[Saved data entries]
_ _ _

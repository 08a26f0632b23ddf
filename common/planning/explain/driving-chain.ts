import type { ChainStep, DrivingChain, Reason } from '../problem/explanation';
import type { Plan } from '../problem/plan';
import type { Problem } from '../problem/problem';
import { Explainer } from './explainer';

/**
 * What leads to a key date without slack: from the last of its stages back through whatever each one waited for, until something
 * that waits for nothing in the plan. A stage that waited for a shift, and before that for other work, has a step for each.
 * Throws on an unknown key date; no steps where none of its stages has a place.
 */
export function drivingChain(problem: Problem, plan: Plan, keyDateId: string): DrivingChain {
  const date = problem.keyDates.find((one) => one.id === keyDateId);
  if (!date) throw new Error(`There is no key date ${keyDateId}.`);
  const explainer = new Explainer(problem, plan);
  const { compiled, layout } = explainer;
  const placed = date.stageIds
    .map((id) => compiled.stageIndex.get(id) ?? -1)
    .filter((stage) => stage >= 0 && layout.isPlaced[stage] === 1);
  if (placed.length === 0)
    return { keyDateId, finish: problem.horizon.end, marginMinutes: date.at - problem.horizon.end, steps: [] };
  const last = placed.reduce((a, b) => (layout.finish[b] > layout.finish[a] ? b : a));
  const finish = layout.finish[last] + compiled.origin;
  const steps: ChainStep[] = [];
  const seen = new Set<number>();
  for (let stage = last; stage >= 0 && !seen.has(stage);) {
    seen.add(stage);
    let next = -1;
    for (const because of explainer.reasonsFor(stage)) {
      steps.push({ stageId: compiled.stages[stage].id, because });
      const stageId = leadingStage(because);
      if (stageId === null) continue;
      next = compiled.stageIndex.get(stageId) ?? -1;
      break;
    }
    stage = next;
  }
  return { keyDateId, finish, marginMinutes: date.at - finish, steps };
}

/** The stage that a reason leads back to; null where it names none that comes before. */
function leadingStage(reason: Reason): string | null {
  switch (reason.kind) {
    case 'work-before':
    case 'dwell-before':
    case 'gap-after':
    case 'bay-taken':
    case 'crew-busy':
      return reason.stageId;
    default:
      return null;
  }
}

_ _ _

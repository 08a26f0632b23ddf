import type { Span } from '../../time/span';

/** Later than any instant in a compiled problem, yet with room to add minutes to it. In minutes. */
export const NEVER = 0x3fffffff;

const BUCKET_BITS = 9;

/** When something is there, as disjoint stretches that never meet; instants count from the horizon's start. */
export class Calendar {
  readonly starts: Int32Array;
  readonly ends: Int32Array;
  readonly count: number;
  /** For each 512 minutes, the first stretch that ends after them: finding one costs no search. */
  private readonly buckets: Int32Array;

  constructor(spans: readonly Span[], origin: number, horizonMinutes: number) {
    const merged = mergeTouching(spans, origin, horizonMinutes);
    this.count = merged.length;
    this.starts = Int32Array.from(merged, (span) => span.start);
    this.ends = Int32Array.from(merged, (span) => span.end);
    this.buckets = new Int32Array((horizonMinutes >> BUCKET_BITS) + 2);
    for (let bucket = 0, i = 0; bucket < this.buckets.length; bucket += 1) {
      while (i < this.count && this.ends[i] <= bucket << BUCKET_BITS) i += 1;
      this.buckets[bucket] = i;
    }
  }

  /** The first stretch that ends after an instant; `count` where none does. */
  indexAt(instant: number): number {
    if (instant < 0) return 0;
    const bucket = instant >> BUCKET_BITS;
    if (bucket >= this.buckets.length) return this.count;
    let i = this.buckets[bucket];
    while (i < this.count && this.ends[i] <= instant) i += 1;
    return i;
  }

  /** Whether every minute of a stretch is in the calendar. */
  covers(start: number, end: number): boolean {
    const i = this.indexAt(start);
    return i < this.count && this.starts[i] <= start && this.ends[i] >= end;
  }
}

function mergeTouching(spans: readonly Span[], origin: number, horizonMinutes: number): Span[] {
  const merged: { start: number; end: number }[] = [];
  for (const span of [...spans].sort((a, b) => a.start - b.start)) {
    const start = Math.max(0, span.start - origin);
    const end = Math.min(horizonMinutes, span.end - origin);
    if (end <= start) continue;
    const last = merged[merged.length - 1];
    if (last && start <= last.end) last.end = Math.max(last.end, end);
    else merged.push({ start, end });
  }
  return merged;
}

_ _ _

◆ Problem details
Where does the string "layout" appear in the records? Copy every line that holds it.

◆ Solution
  const { compiled, layout } = explainer;
    .filter((stage) => stage >= 0 && layout.isPlaced[stage] === 1);
  const last = placed.reduce((a, b) => (layout.finish[b] > layout.finish[a] ? b : a));
  const finish = layout.finish[last] + compiled.origin;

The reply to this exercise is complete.